INPUT DATA Block Start

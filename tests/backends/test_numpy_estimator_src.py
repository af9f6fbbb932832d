"""objc/backends/numpy_estimator_src.py imported as a module of objc: the estimator base classes, the
label map and input selection of a generated module, its CSV reader and table loader, and its
command line, called directly (tests/backends/test_numpy_solvers_src.py covers the logistic class
probabilities, the reader against pandas on a well-formed file and a cell that is not a number).

Functions that read the module's global SPEC get the SPEC of a module objc emits (monkeypatched in).
References: objc's own table binding (objc.tables.bind_table and objc.training.bind_training), which
the module promises to bind alike; scikit-learn's r2_score and accuracy_score for `score`, and its
get_params / set_params conventions; ridge regression in closed form (Hoerl & Kennard, Technometrics
1970) for the command line's fit; the population minimizer of the exponential loss, half the
log-odds, so P(+1 | s) = 1 / (1 + exp(-2 s)) (Friedman, Hastie & Tibshirani, "Additive logistic
regression", Annals of Statistics 2000, result 1).
"""

from __future__ import annotations

import functools
import json
import os
import sys
from pathlib import Path

import numpy as np
import pytest
from scipy.special import expit

import objc
import objc.backends.numpy_estimator_src as estimator_src
from objc import training
from objc.backends import numpy_module as nm
from objc.tables import bind_table, read_table, standard_scales
from objc.source_text import Span

TableError = estimator_src.TableError


@functools.lru_cache(maxsize=None)
def spec_table(text: str) -> dict:
    """The SPEC of the module objc emits for a spec (emitted once per text: no test changes a SPEC). The
    lean module, which imports the solver instead of pasting it, writes the same SPEC, faster."""
    return nm.load_module(nm.emit_module(objc.check_text(text, "est.objc"), "import"))["SPEC"]
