def sweep_document(outcome: Outcome, choice: Choice) -> dict:
    """The whole sweep as one JSON-ready document: grid, validation, rule, every point with its
    per-part values and their mean, deviation and standard error, the best and the chosen point.
    For a one-tunable sweep each point also carries `value`, and on one part `train` and `held`."""
    v = outcome.validation
    single = len(outcome.grid.axes) == 1
    stats = {key: outcome.stats(key) for key in outcome.metrics}
    points = []
    for k, p in enumerate(outcome.points):
        entry: dict = {"setting": p.setting}
        if single:
            entry["value"] = p.setting[outcome.grid.names[0]]
        mean, sd, se = (s[k] for s in stats[outcome.metric])
        entry.update({"mean": float(mean), "std": _finite(sd), "se": _finite(se),
                      "metrics": {key: {"mean": float(stats[key][0][k]), "std": _finite(stats[key][1][k]),
                                        "se": _finite(stats[key][2][k]), "parts": list(p.values[key])}
                                  for key in outcome.metrics},
                      "train": float(np.mean(p.train_values)), "held": float(mean) if v.kind == "holdout" else None,
                      "objective": float(np.mean(p.objectives)), "status": p.statuses[0] if len(set(p.statuses)) == 1
                      else "mixed: " + ", ".join(sorted(set(p.statuses))),
                      "certificate": {"relative": None if any(c is None for c in p.certificates)
                                      else float(max(p.certificates))},
                      "passes": int(sum(p.passes)), "seconds": float(sum(p.seconds)),
                      "nonzero": float(np.mean(p.nonzeros)), "norm": float(np.mean(p.norms)),
                      "mean_weights": list(p.mean_weights),
                      "fits": [{"objective": o, "status": s, "relative": c, "passes": n}
                               for o, s, c, n in zip(p.objectives, p.statuses, p.certificates, p.passes)]})
        if p.params is not None:
            entry["params"] = p.params
        points.append(entry)
    mean = stats[outcome.metric][0]
    ranked_key = "held" if v.kind == "holdout" else "mean"

    def summary(i: int) -> dict:
        out = {"index": i, "setting": outcome.points[i].setting, "mean": float(mean[i]),
               ranked_key: float(mean[i])}
        if single:
            out["value"] = outcome.points[i].setting[outcome.grid.names[0]]
        if v.kind == "training rows":
            out["train"] = float(mean[i])
        return out
    return {
        "tunable": outcome.grid.names[0], "tunables": list(outcome.grid.names),
        "grid": [_axis_json(a) for a in outcome.grid.axes], "fits": outcome.grid.size * len(v.parts),
        "validation": {"kind": v.kind, "label": v.label, "parts": len(v.parts),
                       "folds": None if v.folds is None else v.folds.k,
                       "seed": None if v.folds is None else v.folds.seed,
                       "stratified": None if v.folds is None else v.folds.stratified,
                       "part_rows": [part.held.n_rows for part in v.parts]},
        "ranked_on": v.label, "metric": outcome.metric, "metric_label": training.metric_label(outcome.metric),
        "metrics": list(outcome.metrics),
        "rule": {"name": choice.rule, "text": RULE_TEXT[choice.rule],
                 "simplest": SIMPLEST_TEXT[outcome.l1] if choice.rule == "one-se" else None,
                 "threshold": choice.threshold, "within": list(choice.within)},
        "held_fixed": {n: x for n, x in outcome.base.items() if n not in outcome.grid.names},
        "backend": outcome.backend, "warm_start": outcome.warm_start,
        "points": points, "best": summary(choice.best_index), "chosen": summary(choice.index),
        "input_names": list(outcome.input_names),
    }


def refit_chosen(checked: CheckedObjective, spec_path: Path, train: tables.BoundData, held: tables.BoundData | None,
                 held_label: str, outcome: Outcome, choice: Choice, options: FitOptions = FitOptions(),
                 max_passes: int | None = None) -> tuple[dict, FitResult]:
    """The chosen setting fitted on every training row: (its model document, with the selection
    record under `selection`, and the fit). A fit that runs out of passes is E404 (nothing saved)."""
    setting = dict(outcome.base, **outcome.points[choice.index].setting)
    kept = outcome.refit_cache
    # the table's sums kept from the folds serve only the very rows they were formed from
    prepared = kept if options.backend == "numpy" and kept is not None and kept.get("X") is train.X else None
    fit = training.run_backend(checked, train, options.backend, setting, tol=options.tol, solver=options.solver,
                               param_tol=options.param_tol, max_passes=max_passes, prepared=prepared)
    training.require_finished(checked, fit, max_passes)
    doc = training.evaluated_document(checked, spec_path, train, held, held_label, fit, setting)
    doc["selection"] = selection_record(outcome, choice)
    return doc, fit


def one_tunable_sweep(checked: CheckedObjective, spec_dir: Path, tunable: str, values: list[float], *,
                      backend: training.Backend = "numpy", data_path: Path | None = None,
                      tunables: dict[str, float] | None = None, tol: float = 1e-6, solver: str | None = None,
                      progress: Callable | None = None, param_tol: float | None = 1e-6) -> dict:
    """`training.sweep`: one tunable over given values, ranked on the spec's held-out rows (or the
    training rows), the lowest figure chosen; `progress(k, n, point)` after each fit."""
    known = {t.name: t for t in checked.spec.tunables}
    base = {n: t.default for n, t in known.items()}
    base.update(tunables or {})
    train, held, held_label = training.bind_training(checked, spec_dir, data_path)
    grid = Grid((resolve_axis(checked, AxisText(tunable, tunable, values=tuple(float(v) for v in values))),))
    plan = validation_plan(checked, train, held, held_label)

    def relay(done: int, total: int, info: dict) -> None:
        if progress is not None:
            progress(done, total, {"value": info["setting"][tunable], "objective": info["objective"]})
    outcome = evaluate_grid(checked, plan, grid, base, FitOptions(backend, tol, param_tol, solver), relay)
    return sweep_document(outcome, choose_point(outcome, "best"))
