def lbfgs_scipy(fun, theta0, stop, max_iter, bounds=None):
    """SciPy's L-BFGS-B with our stopping rule in its callback (its own tests switched off)."""
    state = {"theta": np.array(theta0, dtype=np.float64, copy=True), "iterations": 0}

    def callback(intermediate_result):
        state["iterations"] += 1
        state["theta"] = np.array(intermediate_result.x, copy=True)
        if stop(state["theta"], float(intermediate_result.fun)):
            raise StopIteration

    result = _scipy_optimize.minimize(fun, theta0, jac=True, method="L-BFGS-B", bounds=bounds, callback=callback,
                                      options={"maxiter": max_iter, "maxfun": 2 * max_iter + 20, "ftol": 0.0,
                                               "gtol": 0.0, "maxcor": 10})
    if result.status == 99 or "callback" in str(result.message).lower():
        return state["theta"], state["iterations"], "converged"
    status = "max iterations" if result.status == 1 else "no progress"
    return np.array(result.x, copy=True), state["iterations"], status


# ---------------------------------------------------------------- the methods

INPUT DATA Block End

PROBLEM TO SOLVE: Every line that contains the string "folds" should be copied from the records.

REPLY TO THE TASK:
                       "folds": None if v.folds is None else v.folds.k,
                       "seed": None if v.folds is None else v.folds.seed,
                       "stratified": None if v.folds is None else v.folds.stratified,
    # the table's sums kept from the folds serve only the very rows they were formed from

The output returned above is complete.